▶ _WORK INSTRUCTION_:
Among the records that follow, how many lines include the string "interface"? Only the number is wanted.

(Items from a data source)
=== Begin Enclosure ===

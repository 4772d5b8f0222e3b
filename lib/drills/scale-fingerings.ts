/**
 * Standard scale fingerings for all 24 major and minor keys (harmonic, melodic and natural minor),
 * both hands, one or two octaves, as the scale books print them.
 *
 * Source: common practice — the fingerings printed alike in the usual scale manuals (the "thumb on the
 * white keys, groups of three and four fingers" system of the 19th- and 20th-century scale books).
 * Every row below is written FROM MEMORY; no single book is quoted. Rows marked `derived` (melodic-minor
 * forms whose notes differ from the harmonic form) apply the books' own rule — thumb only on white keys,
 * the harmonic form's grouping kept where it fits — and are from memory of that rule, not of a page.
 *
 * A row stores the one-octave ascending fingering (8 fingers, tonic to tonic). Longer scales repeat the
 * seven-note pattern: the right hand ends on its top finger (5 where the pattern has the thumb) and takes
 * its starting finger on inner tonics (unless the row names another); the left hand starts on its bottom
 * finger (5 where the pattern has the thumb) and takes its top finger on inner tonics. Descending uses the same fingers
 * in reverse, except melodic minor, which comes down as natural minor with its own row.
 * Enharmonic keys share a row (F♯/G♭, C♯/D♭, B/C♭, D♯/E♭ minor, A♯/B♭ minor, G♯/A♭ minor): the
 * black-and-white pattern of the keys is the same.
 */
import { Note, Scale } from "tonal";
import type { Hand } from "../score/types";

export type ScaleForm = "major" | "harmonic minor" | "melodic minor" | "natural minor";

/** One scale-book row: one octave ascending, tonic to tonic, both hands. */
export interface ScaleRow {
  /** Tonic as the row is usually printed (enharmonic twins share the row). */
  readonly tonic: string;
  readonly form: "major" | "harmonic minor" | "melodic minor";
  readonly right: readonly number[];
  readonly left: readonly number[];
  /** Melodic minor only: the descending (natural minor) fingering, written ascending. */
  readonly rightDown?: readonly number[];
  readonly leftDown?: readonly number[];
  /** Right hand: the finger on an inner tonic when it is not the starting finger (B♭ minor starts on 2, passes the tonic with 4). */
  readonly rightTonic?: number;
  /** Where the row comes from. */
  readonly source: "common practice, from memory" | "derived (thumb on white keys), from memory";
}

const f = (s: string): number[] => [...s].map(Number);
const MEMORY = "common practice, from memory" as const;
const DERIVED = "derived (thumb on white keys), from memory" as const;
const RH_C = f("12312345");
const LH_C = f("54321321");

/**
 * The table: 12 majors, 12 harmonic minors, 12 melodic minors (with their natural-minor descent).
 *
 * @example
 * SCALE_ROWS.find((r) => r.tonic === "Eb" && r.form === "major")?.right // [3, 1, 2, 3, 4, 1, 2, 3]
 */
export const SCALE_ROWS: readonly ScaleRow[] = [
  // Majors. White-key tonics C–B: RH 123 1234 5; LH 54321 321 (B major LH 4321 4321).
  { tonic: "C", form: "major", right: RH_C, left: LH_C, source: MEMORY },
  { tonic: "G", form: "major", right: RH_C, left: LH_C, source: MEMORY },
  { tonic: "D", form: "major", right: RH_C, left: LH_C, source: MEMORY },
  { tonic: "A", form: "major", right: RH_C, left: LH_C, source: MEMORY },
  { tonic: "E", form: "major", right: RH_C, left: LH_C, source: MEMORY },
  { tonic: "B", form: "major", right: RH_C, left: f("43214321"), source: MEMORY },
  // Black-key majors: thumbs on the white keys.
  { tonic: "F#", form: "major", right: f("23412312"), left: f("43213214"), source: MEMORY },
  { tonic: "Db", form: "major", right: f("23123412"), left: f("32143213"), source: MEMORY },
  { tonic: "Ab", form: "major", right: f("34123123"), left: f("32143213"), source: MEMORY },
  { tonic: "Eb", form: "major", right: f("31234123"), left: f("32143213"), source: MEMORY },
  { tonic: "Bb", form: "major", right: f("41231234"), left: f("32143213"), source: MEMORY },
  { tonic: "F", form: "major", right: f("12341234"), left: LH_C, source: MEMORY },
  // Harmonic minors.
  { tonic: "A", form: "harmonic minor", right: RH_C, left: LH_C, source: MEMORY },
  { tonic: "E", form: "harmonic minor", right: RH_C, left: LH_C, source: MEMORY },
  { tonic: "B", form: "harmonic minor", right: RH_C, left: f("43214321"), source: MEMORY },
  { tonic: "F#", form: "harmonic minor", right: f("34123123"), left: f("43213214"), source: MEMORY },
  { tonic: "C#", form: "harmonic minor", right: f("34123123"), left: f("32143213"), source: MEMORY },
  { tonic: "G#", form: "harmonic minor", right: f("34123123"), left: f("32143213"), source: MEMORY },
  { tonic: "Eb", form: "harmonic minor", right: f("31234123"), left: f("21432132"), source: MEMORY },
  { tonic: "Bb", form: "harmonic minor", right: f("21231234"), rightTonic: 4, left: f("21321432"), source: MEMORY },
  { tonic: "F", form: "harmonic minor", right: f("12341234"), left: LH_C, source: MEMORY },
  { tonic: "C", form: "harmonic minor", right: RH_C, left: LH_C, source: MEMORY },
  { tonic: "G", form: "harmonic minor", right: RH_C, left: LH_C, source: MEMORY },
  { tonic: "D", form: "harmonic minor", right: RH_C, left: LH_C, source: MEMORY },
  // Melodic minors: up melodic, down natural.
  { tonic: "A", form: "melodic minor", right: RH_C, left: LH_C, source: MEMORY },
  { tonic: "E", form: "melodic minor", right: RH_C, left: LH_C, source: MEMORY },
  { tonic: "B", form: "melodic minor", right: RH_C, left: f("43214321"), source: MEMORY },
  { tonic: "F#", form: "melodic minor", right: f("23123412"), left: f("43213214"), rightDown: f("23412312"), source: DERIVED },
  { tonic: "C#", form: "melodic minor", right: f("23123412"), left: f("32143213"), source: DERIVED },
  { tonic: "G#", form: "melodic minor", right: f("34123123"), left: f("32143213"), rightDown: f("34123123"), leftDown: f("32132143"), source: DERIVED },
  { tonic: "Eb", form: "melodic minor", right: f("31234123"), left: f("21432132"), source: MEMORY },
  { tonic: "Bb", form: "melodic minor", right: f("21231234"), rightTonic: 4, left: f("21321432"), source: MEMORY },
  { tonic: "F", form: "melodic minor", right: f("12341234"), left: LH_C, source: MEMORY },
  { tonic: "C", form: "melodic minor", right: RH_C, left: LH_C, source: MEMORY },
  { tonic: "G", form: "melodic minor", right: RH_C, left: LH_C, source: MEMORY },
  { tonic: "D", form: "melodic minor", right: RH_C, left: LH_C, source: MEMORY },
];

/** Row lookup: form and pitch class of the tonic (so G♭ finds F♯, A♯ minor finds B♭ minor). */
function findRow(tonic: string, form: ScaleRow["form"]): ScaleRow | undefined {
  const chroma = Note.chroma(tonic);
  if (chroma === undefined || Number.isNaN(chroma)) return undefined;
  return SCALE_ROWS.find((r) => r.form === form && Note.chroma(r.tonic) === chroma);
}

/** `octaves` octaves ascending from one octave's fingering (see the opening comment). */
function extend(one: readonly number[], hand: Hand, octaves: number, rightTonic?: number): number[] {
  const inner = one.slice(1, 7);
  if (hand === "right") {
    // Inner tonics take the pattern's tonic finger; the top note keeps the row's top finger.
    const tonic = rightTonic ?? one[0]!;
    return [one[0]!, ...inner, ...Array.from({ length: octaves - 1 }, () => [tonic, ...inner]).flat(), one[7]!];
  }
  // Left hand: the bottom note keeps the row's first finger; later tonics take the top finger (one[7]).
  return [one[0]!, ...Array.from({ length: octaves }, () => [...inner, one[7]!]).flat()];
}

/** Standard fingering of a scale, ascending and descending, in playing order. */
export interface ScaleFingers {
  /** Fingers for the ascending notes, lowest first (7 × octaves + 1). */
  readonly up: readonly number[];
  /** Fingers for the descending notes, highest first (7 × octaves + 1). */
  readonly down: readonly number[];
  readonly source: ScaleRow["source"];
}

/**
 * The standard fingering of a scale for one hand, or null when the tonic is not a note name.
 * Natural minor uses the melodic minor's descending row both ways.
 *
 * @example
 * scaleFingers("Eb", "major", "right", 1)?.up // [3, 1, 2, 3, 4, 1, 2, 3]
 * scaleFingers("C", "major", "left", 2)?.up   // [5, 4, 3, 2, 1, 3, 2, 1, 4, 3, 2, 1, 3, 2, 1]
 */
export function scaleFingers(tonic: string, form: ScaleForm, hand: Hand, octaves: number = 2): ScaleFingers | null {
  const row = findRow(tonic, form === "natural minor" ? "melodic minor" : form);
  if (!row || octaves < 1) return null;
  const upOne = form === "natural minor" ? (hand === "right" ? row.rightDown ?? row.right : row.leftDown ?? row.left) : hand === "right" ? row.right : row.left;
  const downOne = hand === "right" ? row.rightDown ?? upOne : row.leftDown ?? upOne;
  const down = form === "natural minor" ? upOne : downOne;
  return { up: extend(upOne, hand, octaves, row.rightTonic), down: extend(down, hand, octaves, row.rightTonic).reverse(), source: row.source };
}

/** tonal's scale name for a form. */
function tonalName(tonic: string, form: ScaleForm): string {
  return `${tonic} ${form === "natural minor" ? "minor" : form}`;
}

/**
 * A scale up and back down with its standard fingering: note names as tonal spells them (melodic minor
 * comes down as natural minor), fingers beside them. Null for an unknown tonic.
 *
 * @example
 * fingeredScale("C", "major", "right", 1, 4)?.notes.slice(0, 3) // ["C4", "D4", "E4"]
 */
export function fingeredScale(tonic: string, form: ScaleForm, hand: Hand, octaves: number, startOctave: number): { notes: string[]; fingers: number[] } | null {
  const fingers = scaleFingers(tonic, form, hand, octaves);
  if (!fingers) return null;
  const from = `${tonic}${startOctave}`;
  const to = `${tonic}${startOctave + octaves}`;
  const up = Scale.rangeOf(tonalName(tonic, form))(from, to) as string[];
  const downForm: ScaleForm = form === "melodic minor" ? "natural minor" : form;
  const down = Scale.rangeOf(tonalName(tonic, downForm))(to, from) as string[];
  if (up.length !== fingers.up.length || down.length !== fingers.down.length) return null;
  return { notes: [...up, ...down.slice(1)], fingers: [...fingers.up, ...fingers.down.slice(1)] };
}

=== End Enclosure ===

▶ _REPLY_:
2